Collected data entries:
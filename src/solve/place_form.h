/* place_form.h - the rows of the objective as quadratic forms, with some planes already settled.
 *
 * Row r over n planes with weights w is  J_r(w) = constant + 2 Re(sum conj(w_q) linear_q) + w^H Q w.
 * All rows lie in one block, each a Hermitian (n+1) x (n+1) matrix, row-major, index 0 the constant.
 */
#ifndef LOPSIDE_SOLVE_PLACE_FORM_H
#define LOPSIDE_SOLVE_PLACE_FORM_H

#include <complex.h>
#include <stddef.h>

struct place_form {
    size_t planes, rows;
    double complex *f; /* rows x (planes+1) x (planes+1); owned */
};

int place_form_init(struct place_form *form, size_t planes, size_t rows)
    __attribute__((warn_unused_result)); /* zeros; 0, or -1 when memory is short */
void place_form_release(struct place_form *form);

/* One row of w[planes]. */
double place_form_row(const struct place_form *form, size_t row, const double complex *w);

/* The largest row of w[planes]; `which` (may be NULL) gets its index. */
double place_form_worst(const struct place_form *form, const double complex *w, size_t *which);

/* Settles plane 0 at `w`: `to` (initialised, one plane less) gets what is left for planes 1.... */
void place_form_settle(const struct place_form *form, double complex w, struct place_form *to);

/* The rows summed with weights lambda[rows]: `to` (initialised, one row). */
void place_form_blend(const struct place_form *form, const double *lambda, struct place_form *to);

/* Half the gradient of row 0 at w in plane q: linear_q + (Q w)_q. */
double complex place_form_slope(const struct place_form *form, const double complex *w, size_t q);

/* Curvature of row 0 in plane 0 once the other planes follow it freely: the Schur complement, never above
 * the true one by more than rounding; 0 where it cannot be told. Or -1 when memory is short. */
double place_form_stiffness(const struct place_form *form);

#endif
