/* already.h - is the machine good enough as found? */
#ifndef LOPSIDE_SOLVE_ALREADY_H
#define LOPSIDE_SOLVE_ALREADY_H

#include <stdbool.h>

#include "solve/advice.h"
#include "solve/model.h"
#include "solve/remedy.h"

/* True where targets are set, nothing stays mounted, and for every row of the aim that has a target
 * the next reading as found stays within it, at the upper end of its 95 % range (the readings of
 * the runs without weights, their covariance, and the scatter from run to run). A row without such
 * a reading tells nothing: false. */
bool already_meets(const struct model *model);

/* The step `done` that says so. */
void already_step(const struct model *model, struct advice_next *next);

/* The caution `overall-level`: 1x meets the target at a row of the aim, but all that vibrates there
 * as found has ALREADY_ABOVE times the target and more. Where vet found 2x far above 1x (`two-x`
 * among the causes) it says that the tacho may count another shaft. False: nothing of the kind. */
bool already_elsewhere(const struct model *model, const struct model_row *row,
                       const struct remedy_cause *causes, size_t count,
                       struct advice_finding *finding);

/* Puts that doubt into the step, once. */
void already_doubt(const struct advice_finding *finding, struct advice_next *next);

/* Against the target as a peak; common practice: what is not 1x, noise included, is ordinarily no
 * more. */
#define ALREADY_ABOVE 2.0

#endif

**The task:** Reproduce each entry word for word.

**Task solution:**
filename src/solve/place_form.h
/* place_form.h - the rows of the objective as quadratic forms, with some planes already settled.
 *
 * Row r over n planes with weights w is  J_r(w) = constant + 2 Re(sum conj(w_q) linear_q) + w^H Q w.
 * All rows lie in one block, each a Hermitian (n+1) x (n+1) matrix, row-major, index 0 the constant.
 */
#ifndef LOPSIDE_SOLVE_PLACE_FORM_H
#define LOPSIDE_SOLVE_PLACE_FORM_H

#include <complex.h>
#include <stddef.h>

struct place_form {
    size_t planes, rows;
    double complex *f; /* rows x (planes+1) x (planes+1); owned */
};

int place_form_init(struct place_form *form, size_t planes, size_t rows)
    __attribute__((warn_unused_result)); /* zeros; 0, or -1 when memory is short */
void place_form_release(struct place_form *form);

/* One row of w[planes]. */
double place_form_row(const struct place_form *form, size_t row, const double complex *w);

/* The largest row of w[planes]; `which` (may be NULL) gets its index. */
double place_form_worst(const struct place_form *form, const double complex *w, size_t *which);

/* Settles plane 0 at `w`: `to` (initialised, one plane less) gets what is left for planes 1.... */
void place_form_settle(const struct place_form *form, double complex w, struct place_form *to);

/* The rows summed with weights lambda[rows]: `to` (initialised, one row). */
void place_form_blend(const struct place_form *form, const double *lambda, struct place_form *to);

/* Half the gradient of row 0 at w in plane q: linear_q + (Q w)_q. */
double complex place_form_slope(const struct place_form *form, const double complex *w, size_t q);

/* Curvature of row 0 in plane 0 once the other planes follow it freely: the Schur complement, never above
 * the true one by more than rounding; 0 where it cannot be told. Or -1 when memory is short. */
double place_form_stiffness(const struct place_form *form);

#endif
/* already.h - is the machine good enough as found? */
#ifndef LOPSIDE_SOLVE_ALREADY_H
#define LOPSIDE_SOLVE_ALREADY_H

#include <stdbool.h>

#include "solve/advice.h"
#include "solve/model.h"
#include "solve/remedy.h"

/* True where targets are set, nothing stays mounted, and for every row of the aim that has a target
 * the next reading as found stays within it, at the upper end of its 95 % range (the readings of
 * the runs without weights, their covariance, and the scatter from run to run). A row without such
 * a reading tells nothing: false. */
bool already_meets(const struct model *model);

/* The step `done` that says so. */
void already_step(const struct model *model, struct advice_next *next);

/* The caution `overall-level`: 1x meets the target at a row of the aim, but all that vibrates there
 * as found has ALREADY_ABOVE times the target and more. Where vet found 2x far above 1x (`two-x`
 * among the causes) it says that the tacho may count another shaft. False: nothing of the kind. */
bool already_elsewhere(const struct model *model, const struct model_row *row,
                       const struct remedy_cause *causes, size_t count,
                       struct advice_finding *finding);

/* Puts that doubt into the step, once. */
void already_doubt(const struct advice_finding *finding, struct advice_next *next);

/* Against the target as a peak; common practice: what is not 1x, noise included, is ordinarily no
 * more. */
#define ALREADY_ABOVE 2.0

#endif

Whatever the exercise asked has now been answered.